Distributed Segment Tree: A Unified Architecture to Support Range Query and Cover Query

  • Shipeng Li

MSR-TR-2007-30 |

Cover query, which is defined as to find all the intervals (or ranges) currently maintained in the system that cover a given value, arises from many real distributed file sharing or storage systems where the overall performance is critically determined by the effectiveness in handling the few specific objects (e.g., those updated or last few to be downloaded). Range query, defined as to find all the values in a certain range over the underlying structure, has also found applications in many critical real applications. While range query has attracted much attention, cover query has rarely been touched. Recognizing the duality between cover query and range query, we design the distributed segment tree (DST) that can support range query and cover query in a uniform way and equally efficiently. The key idea of DST is to overlay the segment tree data structure on top of DHT and implicitly reestablish the connection between the structural information of the segment tree and the underlying randomized (due to the hash operation) storage and routing substrate – DHT. We develop a segment splitting algorithm that achieves the computability feature of a segment tree, i.e., an arbitrary range can be uniquely decomposed into the union of a minimum number of element subranges.

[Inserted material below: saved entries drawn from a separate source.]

describe('the second pass and the notes', () => {
  it('widenSeeds: with 8 or more lines left, weak candidates of bands sharing a fitted level may seed', () => {
    const ctx = fundamental(); // 21 free lines
    const fitted = { result: { levels: [{ species: CO, v: 1 }] } } as unknown as DetailedFit;
    const hot = ref(ctx, 2, 1, 'R', 3);
    const fundamentalR3 = ref(ctx, 1, 0, 'R', 3);
    expect(ctx.seedable[hot.ci]).toBe(false);
    // 13 of 21 assigned: 8 left.
    const auto = new Map([...Array(13).keys()].map((i) => [i, fundamentalR3.c]));
    expect(widenSeeds(ctx, auto, fitted)).toBe(true);
    expect(ctx.seedable[hot.ci]).toBe(true);
    // A band with neither level fitted (3-2) stays out.
    const ctx2 = fundamental();
    const far = ctx2.cands.findIndex((c) => c.band.upper === 3 && c.band.lower === 2);
    if (far >= 0) {
      widenSeeds(ctx2, new Map(), fitted);
      expect(ctx2.seedable[far]).toBe(false);
    }
    // 14 assigned, 7 left: nothing widened.
    const ctx3 = fundamental();
    const auto14 = new Map([...Array(14).keys()].map((i) => [i, fundamentalR3.c]));
    expect(widenSeeds(ctx3, auto14, fitted)).toBe(false);
    expect(ctx3.seedable[ref(ctx3, 2, 1, 'R', 3).ci]).toBe(false);
    // The upper level counts too: v = 2 fitted lets 2-1 in.
    const ctx4 = fundamental();
    const upper = { result: { levels: [{ species: CO, v: 2 }] } } as unknown as DetailedFit;
    expect(widenSeeds(ctx4, new Map(), upper)).toBe(true);
    expect(ctx4.seedable[ref(ctx4, 2, 1, 'R', 3).ci]).toBe(true);
    // Another species' level does not.
    const ctx5 = fundamental();
    const other = { result: { levels: [{ species: '13C-16O', v: 1 }] } } as unknown as DetailedFit;
    expect(widenSeeds(ctx5, new Map(), other)).toBe(false);
  });

  it('noteCompetitions: an unassigned loser gets a note naming the winner and its label', () => {
    const ctx = fundamental();
    const c = ref(ctx, 1, 0, 'R', 2).c;
    const state = {
      auto: new Map([[3, c]]),
      competitions: [
        { peak: 5, winner: 3, prediction: 'x' },
        { peak: 3, winner: 5, prediction: 'y' },
        { peak: 6, winner: 7, prediction: 'z' },
        { peak: 4, winner: 3, prediction: 'w' },
      ],
    } as unknown as LoopState;
    state.auto.set(4, ref(ctx, 1, 0, 'R', 3).c);
    noteCompetitions(ctx, state);
    expect([...ctx.notes]).toEqual([
      [5, 'competed with line 3 for 12C-16O 1-0 R(2); residual and intensity decided for line 3'],
    ]);
  });

  it('beyondWindow: the offset found past maxOffset (up to 4× it, under 0.45 × spacing) and a maxOffset reaching it', () => {
    const lines = band('1-0', 10);
    const at = (maxOffset: number, minLinesPerBand = 4) => {
      const ctx = coContext(
        lines.map((l) => ({ position: l.position + 0.8 })),
        { maxOffset, minLinesPerBand },
      );
      const strong = ctx.cands.filter(
        (c, i) => ctx.seedable[i] && c.j <= 4 && c.band.upper === 1 && c.band.lower === 0,
      );
      return { ctx, strong, r: beyondWindow(ctx, BK, strong) };
    };
    const { r, strong } = at(0.5);
    expect(strong).toHaveLength(9);
    expect(r?.matches).toBe(9);
    expect(Math.abs((r?.offset ?? 0) - 0.8)).toBeLessThan(1e-3);
    expect(r?.reach).toBe(0.9);
    // Found within maxOffset: nothing to suggest.
    expect(at(0.9).r).toBeUndefined();
    // maxOffset 0.3: 4 × 0.3 = 1.2 reaches 0.8; maxOffset 0.19: 0.76 does not.
    expect(at(0.3).r?.reach).toBe(0.9);
    expect(at(0.19).r).toBeUndefined();
    // maxOffset 2: 0.45 × spacing (≈ 1.7) is below it: no wider search.
    expect(at(2).r).toBeUndefined();
    // More lines needed than found.
    expect(at(0.5, 10).r).toBeUndefined();
    expect(at(0.5, 9).r?.matches).toBe(9);
  });
});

The performance of DST can thus be significantly enhanced by exploiting the parallelism among the resulting element subranges and achieve query latency close to a single DHT get for moderate query ranges with a small number of parallel network connections. Several load balancing techniques to handle storage and query traffic constraints are designed. DST can be easily extended to the multi-dimensional case. We systematically study various properties of DST, evaluate and compare its real performance for 1-D/2-D range/cover queries on PlanetLab for several important metrics.